==== Supplied data

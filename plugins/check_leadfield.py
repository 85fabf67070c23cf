"""Built-in plugin `check_leadfield` (not yet filled in: provides nothing)."""
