"""Legendre-series kernel of the concentric-spheres forward solver (private to ``forward_spheres``).

Notation (see docs/sphere-model.md for the derivation)
------------------------------------------------------
Shells ``k = 1..N`` inside -> out with outer radii ``r_k`` and conductivities
``sigma_k``; the dipole (moment ``q``, A*m) sits at ``r0`` in shell 1 with
``b = |r0| < r_1``; electrodes lie on the outer sphere ``|r| = R = r_N``.
With ``f = b / R``, ``t = cos(angle(r, r0))`` and ``q_r = q . r0/b`` the
potential is (de Munck & Peters 1993, isotropic case of Zhang 1995)::

    V = 1/(4 pi sigma_N R^2) * [ q_r * S1 + (q . rhat - t q_r) * S2 ]
    S1 = sum_n (2n+1)   c_n f^(n-1) P_n(t)
    S2 = sum_n (2n+1)/n c_n f^(n-1) P_n'(t)

``c_n = n / D_n`` carries every interface (``c_n = 1`` in a homogeneous
sphere). ``D_n`` comes from a 2x2 transfer-matrix recursion across the
interfaces (:func:`shell_weights`). For large ``n``,
``c_n -> c_inf + alpha / (2n+1) + O(n^-2)``; the two leading parts are summed in
closed form (:func:`closed_form_part`) and only the remainder series is summed,
up to the degree where an a-priori bound of what is left falls below the
tolerance (:func:`remainder_sums`: on a grid of angles by matrix products, then
interpolated to the electrodes).
"""
from __future__ import annotations

import numpy as np
from numpy.typing import NDArray

F64 = NDArray[np.float64]

#: below this ratio f = b/R the closed forms lose digits to cancellation; sum directly.
F_DIRECT = 0.1
#: largest angular grid (nodes over [0, pi]) for the remainder tables.
MAX_NODES = 1 << 16


def shell_weights(radii: F64, conductivities: F64, n_max: int) -> F64:
    """Per-degree interface factors ``c_n = n / D_n`` for ``n = 0..n_max`` (``c_0`` unused, set to 0).

    Transfer-matrix recursion: in shell ``k`` the degree-``n`` radial function is
    ``a r^n + b r^-(n+1)``; at an interface the potential and the normal current
    density are continuous. The state ``(x, y) = (a r^n, b r^-(n+1))`` is carried
    from the innermost interface outwards starting from the regular solution
    ``(1, 0)``, renormalised by ``(r_k / r_k+1)^n`` per shell so that nothing
    overflows. ``D_n = n x - (n+1) y`` at the outer surface (no current leaves).

    Parameters
    ----------
    radii : (N,) float64, metres, increasing
    conductivities : (N,) float64, S/m
    n_max : int

    Returns
    -------
    (n_max + 1,) float64, dimensionless
    """
    n = np.arange(n_max + 1, dtype=np.float64)
    x = np.ones_like(n)
    y = np.zeros_like(n)
    two_n1 = 2.0 * n + 1.0
    for k in range(len(radii) - 1):
        s = conductivities[k] / conductivities[k + 1]
        x, y = (((n + 1 + s * n) * x + (n + 1) * (1 - s) * y) / two_n1,
                (n * (1 - s) * x + (n + (n + 1) * s) * y) / two_n1)
        y = y * (radii[k] / radii[k + 1]) ** two_n1
    d = n * x - (n + 1) * y
    c = np.zeros_like(n)
    c[1:] = n[1:] / d[1:]
    return c


def asymptote(conductivities: F64) -> tuple[float, float]:
    """``(c_inf, alpha)`` with ``c_n = c_inf + alpha/(2n+1) + O(n^-2)`` for large ``n``.

    The decaying part of every interface drops out, leaving
    ``c_n ~ prod_k 1 / ((1+s_k)/2 + (1-s_k)/(2(2n+1)))`` with
    ``s_k = sigma_k / sigma_k+1``; expanded to first order in ``1/(2n+1)``.
    """
    s = np.asarray(conductivities[:-1], dtype=float) / np.asarray(conductivities[1:], dtype=float)
    c_inf = float(np.prod(2.0 / (1.0 + s)))
    alpha = -c_inf * float(np.sum((1.0 - s) / (1.0 + s)))
    return c_inf, alpha


def closed_form_part(f: F64, t: F64, c_inf: float, alpha: float) -> tuple[F64, F64]:
    """``c_inf H1 + alpha A1`` and ``c_inf H2 + alpha A2``: the summed tail of ``S1`` and ``S2`` (``f > 0``).

    With ``d = sqrt(1 - 2 f t + f^2)`` (generating function of P_n) and
    ``L = sum_n f^n P_n / n = log(2 / (1 - f t + d))``:

    - ``H1 = sum (2n+1) f^(n-1) P_n    = 2 (t - f)/d^3 + A1``
    - ``H2 = sum (2n+1)/n f^(n-1) P_n' = 2/d^3 + A2``
    - ``A1 = sum f^(n-1) P_n           = (1/d - 1) / f``
    - ``A2 = sum f^(n-1) P_n' / n      = (d + 1) / (d (1 - f t + d))``

    ``H1, H2`` reproduce the homogeneous-sphere potential of Frank (1952).

    Parameters
    ----------
    f, t : broadcastable float64 arrays, 0 < f < 1, -1 <= t <= 1
    c_inf, alpha : float
        From :func:`asymptote`.

    Returns
    -------
    B1, B2 : float64 arrays of the broadcast shape
    """
    d = 1.0 - 2.0 * f * t
    d += f * f
    np.sqrt(d, out=d)
    inv_d = 1.0 / d
    g = inv_d * inv_d
    g *= inv_d
    g *= 2.0 * c_inf                                   # 2 c_inf / d^3
    ca = c_inf + alpha
    a2 = d + 1.0
    a2 *= inv_d
    a2 /= 1.0 - f * t + d
    a2 *= ca
    inv_d -= 1.0
    inv_d *= ca / f                                    # (c_inf + alpha) A1
    base1 = g * (t - f)
    base1 += inv_d
    g += a2
    return base1, g


def weights_for(radii: F64, conductivities: F64, f_max: float, tol: float) -> tuple[F64, F64, float, float]:
    """Weights for :func:`series_sums`: exact ``c_n`` and the remainder ``c_n - c_inf - alpha/(2n+1)``.

    Sized so that ``f_max^n`` has fallen well below ``tol`` (at least 64 terms).

    Returns
    -------
    c : (K,) float64
        ``c_n`` for direct summation.
    delta : (K,) float64
        Remainder weights for the accelerated summation.
    c_inf, alpha : float
    """
    f_max = min(max(f_max, 1e-3), 1.0 - 1e-9)
    k = int(min(200_000, max(64, 3 * np.ceil(np.log(tol * 1e-3) / np.log(f_max)))))
    c = shell_weights(radii, conductivities, k)
    c_inf, alpha = asymptote(conductivities)
    n = np.arange(k + 1, dtype=np.float64)
    delta = c - c_inf - alpha / (2.0 * n + 1.0)
    delta[0] = 0.0
    return c, delta, c_inf, alpha




def _degree_and_grid(w: F64, f: float, budget: float) -> tuple[int, int]:
    """Highest degree ``N`` and angular node count for the remainder of one group of sources.

    ``N`` is the first degree after which the bound of what is left,
    ``sum_{n>N} |w_n| (2n+1) f^(n-1) (1 + (n+1)/2)`` (``|P_n| <= 1``,
    ``|P_n'| <= n(n+1)/2``), is below ``budget / 2``. The grid step ``h``
    makes the cubic-interpolation error bound
    ``0.0235 h^4 sum_n |a_n| n^4`` (Bernstein's inequality for a trigonometric
    polynomial of degree n) below ``budget / 2``.
    """
    k = len(w) - 1
    n = np.arange(1, k + 1, dtype=np.float64)
    with np.errstate(under="ignore"):
        mag = np.abs(w[1:]) * (2 * n + 1) * f ** (n - 1)
    both = mag * (1.0 + (n + 1) / 2.0)
    tail = np.cumsum(both[::-1])[::-1]          # tail[i] = sum over degrees >= i+1
    left = np.append(tail[1:], 0.0)             # what is left after degree i+1
    ok = np.flatnonzero(left <= budget / 2)
    n_deg = int(ok[0]) + 1 if ok.size else k
    nd = n[:n_deg]
    deriv4 = float(np.sum(both[:n_deg] * nd ** 4))
    if deriv4 == 0.0:
        return n_deg, 4
    h = (budget / 2 / (0.0235 * deriv4)) ** 0.25
    return n_deg, int(min(MAX_NODES, max(8, np.ceil(np.pi / h))))


def _legendre_tables(t: F64, n_deg: int) -> tuple[F64, F64]:
    """``P_n(t)`` and ``P_n'(t)`` for ``n = 1..n_deg`` at (K,) points: two (n_deg, K) arrays."""
    p = np.empty((n_deg + 1, len(t)))
    dp = np.empty_like(p)
    p[0], dp[0] = 1.0, 0.0
    if n_deg >= 1:
        p[1], dp[1] = t, 1.0
    for n in range(1, n_deg):
        p[n + 1] = ((2 * n + 1) * t * p[n] - n * p[n - 1]) / (n + 1)
        dp[n + 1] = t * dp[n] + (n + 1) * p[n]
    return p[1:], dp[1:]


def remainder_sums(f: F64, t: F64, w: F64, budget: float) -> tuple[F64, F64]:
    """``sum_n (2n+1) w_n f^(n-1) P_n(t)`` and ``sum_n (2n+1)/n w_n f^(n-1) P_n'(t)`` within ``budget``.

    Each source's two series are evaluated on a uniform grid of angles
    (a matrix product of Legendre tables with per-source coefficients) and
    interpolated to its electrodes with 4-point cubic Lagrange weights. The
    truncation and the interpolation each stay below ``budget / 2`` in
    absolute terms (bounds in :func:`_degree_and_grid`).

    Parameters
    ----------
    f : (m,) float64
        ``b / R`` of each source.
    t : (n, m) float64
        Cosine of the electrode-source angle.
    w : (K,) float64
        Weights ``w_n``, ``n = 0..K-1``.
    budget : float
        Absolute error allowed on each sum.

    Returns
    -------
    R1, R2 : (n, m) float64
    """
    n_deg, nodes = _degree_and_grid(w, float(f.max()), budget)
    h = np.pi / nodes
    theta = (np.arange(nodes + 4) - 1.0) * h           # one node before 0, two after pi
    ptab, dptab = _legendre_tables(np.cos(theta), n_deg)
    deg = np.arange(1, n_deg + 1, dtype=np.float64)[:, None]
    coef1 = (2 * deg + 1) * w[1:n_deg + 1, None] * f[None, :] ** (deg - 1)   # (N, m); 0**0 = 1
    # (m, nodes + 4): one source per row, so each gather below stays within a row
    grid1 = coef1.T @ ptab
    grid2 = (coef1 / deg).T @ dptab
    tt = np.ascontiguousarray(t.T)                      # (m, n), C order: gathers run along rows
    u = np.arccos(tt) / h
    k0 = np.minimum(np.floor(u), nodes - 1)
    x = u - k0
    flat = k0.astype(np.int64) + ((nodes + 4) * np.arange(tt.shape[0]))[:, None]   # node k0 - 1
    xm1, xp1, xm2 = x - 1.0, x + 1.0, x - 2.0
    xx = x * xm1
    weights = (xx * xm2 * (-1.0 / 6.0), xp1 * xm1 * xm2 * 0.5, xp1 * x * xm2 * -0.5, xp1 * xx * (1.0 / 6.0))
    g1, g2 = grid1.ravel(), grid2.ravel()
    r1 = np.zeros_like(tt)
    r2 = np.zeros_like(tt)
    buf = np.empty_like(tt)
    for j, wj in enumerate(weights):
        for grid, acc in ((g1, r1), (g2, r2)):
            np.take(grid[j:], flat, out=buf)       # shifted views: no index arithmetic per node
            buf *= wj
            acc += buf
    return r1.T, r2.T


def chunk_potentials(dirs: F64, src: F64, normals: F64 | None, weights: tuple[F64, F64, float, float],
                     radius: float, tol: float) -> F64:
    """Potentials of unit dipoles at ``src`` on electrodes at ``radius * dirs`` (no reference applied).

    Sources with ``f = b/R >= F_DIRECT`` get the closed-form sums of
    ``c_inf`` and ``alpha`` plus the remainder series with weights
    ``c_n - c_inf - alpha/(2n+1)``; those nearer the centre are summed
    directly with weights ``c_n`` (the closed forms would lose digits).

    Parameters
    ----------
    dirs : (n, 3) float64
        Unit electrode directions from the centre.
    src : (m, 3) float64, metres
        Dipole positions relative to the centre, inside the innermost sphere.
    normals : (m, 3) float64 or None
        Fixed orientations, or None for x, y, z.
    weights : tuple from :func:`weights_for`
    radius : float, metres
        Outer radius ``R``.
    tol : float
        Relative to each source's largest ``|S1| + |S2| sin(gamma)`` over the electrodes.

    Returns
    -------
    (n, m) or (n, m, 3) float64
        ``4 pi sigma_N R^2`` times the potential, i.e. still to be scaled.
    """
    c, delta, c_inf, alpha = weights
    b = np.linalg.norm(src, axis=1)
    f = b / radius
    safe = np.where(b > 0, b, 1.0)
    rhat0 = np.where((b > 0)[:, None], src / safe[:, None], np.array([0.0, 0.0, 1.0]))
    t = np.clip(dirs @ rhat0.T, -1.0, 1.0)
    s1 = np.empty_like(t)
    s2 = np.empty_like(t)
    split = int(np.searchsorted(f, F_DIRECT)) if np.all(np.diff(f) >= 0) else None
    groups = ((slice(0, split), False), (slice(split, None), True)) if split is not None else \
        ((f < F_DIRECT, False), (f >= F_DIRECT, True))
    for cols, accelerated in groups:
        fc = f[cols]
        if fc.size == 0:
            continue
        tc = t[:, cols]
        if accelerated:
            base1, base2 = closed_form_part(fc[None, :], tc, c_inf, alpha)
            # a lower bound of each source's scale (the S2 term left out): conservative
            scale = float(np.abs(base1).max(axis=0).min())
            r1, r2 = remainder_sums(fc, tc, delta, tol * scale)
            s1[:, cols] = base1 + r1
            s2[:, cols] = base2 + r2
        else:
            s1[:, cols], s2[:, cols] = remainder_sums(fc, tc, c, tol * 3.0 * abs(c[1]))
    radial = s1 - t * s2       # multiplies q . rhat0
    if normals is None:
        return radial[:, :, None] * rhat0[None, :, :] + s2[:, :, None] * dirs[:, None, :]
    q_r = np.einsum("ij,ij->i", normals, rhat0)
    return radial * q_r[None, :] + s2 * (dirs @ normals.T)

========

What this task involves:
Could you retype exactly the lines above, starting at the line that contains "deriv4 = float(np.sum(both[:n_deg]" and ending at the line that contains "def remainder_sums(f: F64, t: F64, w: F64, budget: float)", and nothing more?

Your response:
    deriv4 = float(np.sum(both[:n_deg] * nd ** 4))
    if deriv4 == 0.0:
        return n_deg, 4
    h = (budget / 2 / (0.0235 * deriv4)) ** 0.25
    return n_deg, int(min(MAX_NODES, max(8, np.ceil(np.pi / h))))


def _legendre_tables(t: F64, n_deg: int) -> tuple[F64, F64]:
    """``P_n(t)`` and ``P_n'(t)`` for ``n = 1..n_deg`` at (K,) points: two (n_deg, K) arrays."""
    p = np.empty((n_deg + 1, len(t)))
    dp = np.empty_like(p)
    p[0], dp[0] = 1.0, 0.0
    if n_deg >= 1:
        p[1], dp[1] = t, 1.0
    for n in range(1, n_deg):
        p[n + 1] = ((2 * n + 1) * t * p[n] - n * p[n - 1]) / (n + 1)
        dp[n + 1] = t * dp[n] + (n + 1) * p[n]
    return p[1:], dp[1:]


def remainder_sums(f: F64, t: F64, w: F64, budget: float) -> tuple[F64, F64]:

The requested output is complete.